If so, I’m whooshed, too. Who would think Australia is the place to buy Italian cheese?! I pay almost $40 US per pound for p. reggiano.

I liked Roland’s answer better. :smiley:

I get $80.36 USD/lb: ($50 Aus/kg * 2.20462 lb/kg * 0.782996 USD/AUD)

Where the hell do YOU live? Even in Alaska it’s no more than $12-13 a pound. You can mail order it for $12.99 a pound. I’d say you’re getting ripped off royally.

Your figures are right, but your calculations went the wrong way.

1 kilo = 2.2 pounds.

That means $A50 per kilo = $A50/2.2 per pound

That’s $A22.73 per pound.

$A1 is worth US78.3c

So to get the amount in US dollars we multiply 22.73 by .783.

The result is $US17.80 per pound.

(obviously, results will differ slightly depending upon where people get their currency conversion rates from)

Yeah, i just looked online at a few gourmet cheese places, and the most expensive parmigiano reggiano i found was $22/pound.

I’m sure it’s possible to find it at $40/pound, but i’m afraid my budget wouldn’t be able to sustain that sort of price, and i have trouble believing i would notice that much difference on my pasta and in my cooking.

That math would come out to $80.36 (USD * lb)/(kg^2).

Ahh yes, 1 (USD*lb)/(kg^2) = 1 Batali . Batali’s are a highly technical unit that should only be used by experienced food physicists.

:smack: **Betali ** , waterj, you are right of course. Don’t know what I was I thinking- Of course you divide by 2.2 to get the price per pound .

Now I have the urge to go to La Pasta Pompous and when buddy comes over with the cheese grater, keep saying “…yeah, more…more please…little more…not yet…” and see if I can get a kilo. If the grater runs dry, well, go fill it up again!

Can I also include the “Dressing the Potato” ritual in this rant? I am somewhat skeeved by the wait-human flitting about from table to table with an open container of tater fixings, dangling it in the face of possibly post nasal drippy and/or say-it-AND-spray it- diners. The difference between 15% and 20% is based more on how many beer runs I request from the server than obsequious service tableaux.

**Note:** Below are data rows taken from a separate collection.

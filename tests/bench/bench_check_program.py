"""Benchmark: halt placement over every statement of programs/ref8/fares.asm.

Run with ``python tests/bench/bench_check_program.py``. The goal is the whole
placement in under 30 s on two cores. Measured in one run, wall time:

* baseline: each statement on its own with ``emu.runs.check_planting``
  (assemble with the halt, run the plain program and the planted one), one
  process, as a script would do with the tools that existed before;
* ``relaybench check``'s placement on one worker (the unplanted run made
  once, the machine compiled once), and on two (one per core).
"""

from __future__ import annotations

import sys
import time
from pathlib import Path

ROOT = Path(__file__).resolve().parents[2]
sys.path.insert(0, str(ROOT))

import asm  # noqa: E402
from emu import load_machine  # noqa: E402
from emu.checks import check_program_timing  # noqa: E402
from emu.runs import check_planting  # noqa: E402

PROGRAM = ROOT / "programs" / "ref8" / "fares.asm"


def baseline(machine) -> tuple[float, int]:
    started = time.perf_counter()
    original = asm.assemble_file(PROGRAM, machine)
    places = list(dict.fromkeys((e.file, e.line) for e in original.lines if e.kind == "code"))
    for place in places:
        check_planting(original, machine, [place], path=str(PROGRAM))
    return time.perf_counter() - started, len(places)


def placement(machine, workers: int) -> tuple[float, int]:
    started = time.perf_counter()
    check = check_program_timing(str(PROGRAM), machine, examples=0, workers=workers)
    return time.perf_counter() - started, len(check.placements)


def main() -> None:
    machine = load_machine("ref8")
    base, statements = baseline(machine)
    one, _ = placement(machine, 1)
    two, _ = placement(machine, 2)
    print(f"halt placement over {statements} statements of {PROGRAM.name}")
    print(f"  baseline (check_planting per statement)  {base:6.1f} s")
    print(f"  relaybench check, 1 worker               {one:6.1f} s   {base / one:4.1f}× the baseline")
    print(f"  relaybench check, 2 workers              {two:6.1f} s   {base / two:4.1f}× the baseline, "
          f"{one / two:4.2f}× one worker  (goal: under 30 s)")


if __name__ == "__main__":
    main()
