"""Machine files the loader fuzzer (test_loader_fuzz.py) found giving a traceback, now refused.

Each is one edit of ref8.toml, refused with a MachineError that names the
file and the line of the edit.
"""

from __future__ import annotations

import pytest

from emu import MachineError, load_machine
from emu.description import machine_from_text

REF8_TEXT = open(load_machine("ref8").path, encoding="utf-8").read()


def _line_of(text: str, fragment: str) -> int:
    return text[:text.index(fragment)].count("\n") + 1


@pytest.mark.parametrize("old, new, message", [
    # Before: OverflowError from float() of an integer beyond any float.
    ("rated_operations = 10_000_000", "rated_operations = 1" + "0" * 400,
     "[wear]: 'rated_operations' must be a positive number of operations, not 1000"),
    ('"stage 1" = 20_000_000', '"stage 1" = -2' + "0" * 400,
     "[wear.relays]: 'stage 1' must be a positive number of operations, not -2000"),
    ("supply_v = 24.0", "supply_v = 1" + "0" * 400,
     "[timing]: 'supply_v' must be a number a float can hold, not an integer of 401 digits"),
    # Before: ValueError from tomllib, whose integers keep Python's limit on digits.
    ("ms = 60", "ms = " + "9" * 5000, "not valid TOML for relaybench: a number with more than 4300 digits"),
    # Before: ValueError from int() of an encoding slice's bound with 5000 digits.
    ('"addr[15:8]"]\nsteps = [\n  "t <- mem[pc]; pc <- pc + 1",\n  "pc <- {mem[pc], t}",',
     '"addr[' + "9" * 5000 + ':8]"]\nsteps = [\n  "t <- mem[pc]; pc <- pc + 1",\n  "pc <- {mem[pc], t}",',
     "instruction 'jmp addr': cannot read encoding token 'addr[999"),
])
def test_numbers_too_large_for_the_loader_are_refused_with_the_line(old, new, message):
    text = REF8_TEXT.replace(old, new, 1)
    with pytest.raises(MachineError) as caught:
        machine_from_text(text, "ref8-edited.toml")
    rendered = caught.value.render()
    assert rendered.startswith(f"ref8-edited.toml:{_line_of(REF8_TEXT, old)}: error: ")
    assert message in rendered


@pytest.mark.parametrize("instruction, old, new, message", [
    # Before: KeyError 'x' in the compiler, reading the fields of a word fetched into a pair.
    ('syntax = "or rd:reg, rs:reg"', '"t <- mem[pc]; pc <- pc + 1"', '"x <- mem[pc]; pc <- pc + 1"',
     "instruction 'or rd, rs' step 3: field 'rd' (word 2) is used before its word has been fetched "
     "into a register"),
    # The same through a register field: the word went to whichever register rd names.
    ('syntax = "or rd:reg, rs:reg"', 'encoding = ["10100110", "00 rd rs"]',
     'encoding = ["10110 rd", "imm"]', None),
])
def test_a_word_fetched_into_anything_but_a_register_gives_its_fields_no_holder(instruction, old, new,
                                                                                 message):
    start = REF8_TEXT.index(instruction)
    end = REF8_TEXT.index("[[instruction]]", start)
    block = REF8_TEXT[start:end]
    if message is None:       # a register field as the holder of its own instruction's word
        block = block.replace('syntax = "or rd:reg, rs:reg"', 'syntax = "ori rd:reg, imm:imm8"')
        block = block.replace(old, new).replace('"t <- mem[pc]; pc <- pc + 1"', '"rd <- mem[pc]; pc <- pc + 1"')
        block = block.replace('"rd <- or(rd, rs) sets z n c v"', '"rd <- or(rd, imm) sets z n c v"')
        message = ("instruction 'ori rd, imm' step 3: field 'imm' (word 2) is used before its word has been "
                   "fetched into a register")
    else:
        block = block.replace(old, new)
    text = REF8_TEXT[:start] + block + REF8_TEXT[end:]
    with pytest.raises(MachineError) as caught:
        machine_from_text(text, "ref8-edited.toml")
    rendered = caught.value.render()
    assert rendered.startswith("ref8-edited.toml:") and message in rendered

A lot of it is just ritual to buy time while the chefs complete your real meal. Diners who notice the time it takes for the main course are less satisfied. So they go through the slow deliberate presentation and eat up 5 more minutes while they walk around the table to each person. The same thing with made at the table Ceasar salad. It would be a lot more labor efficient to toss up a big vat’o’Ceasar in the kitchen and throw it on a plate each time it’s ordered, but then eaters just finish it faster and have more time to twiddle thumbs and get impatient.

I like a little cheese on my salads, and two or three times that amount on pasta. Since the salad usually comes before the entrée, I’ve had the waiter grind out a pile in a saucer, so he doesn’t have to keep returning to the table.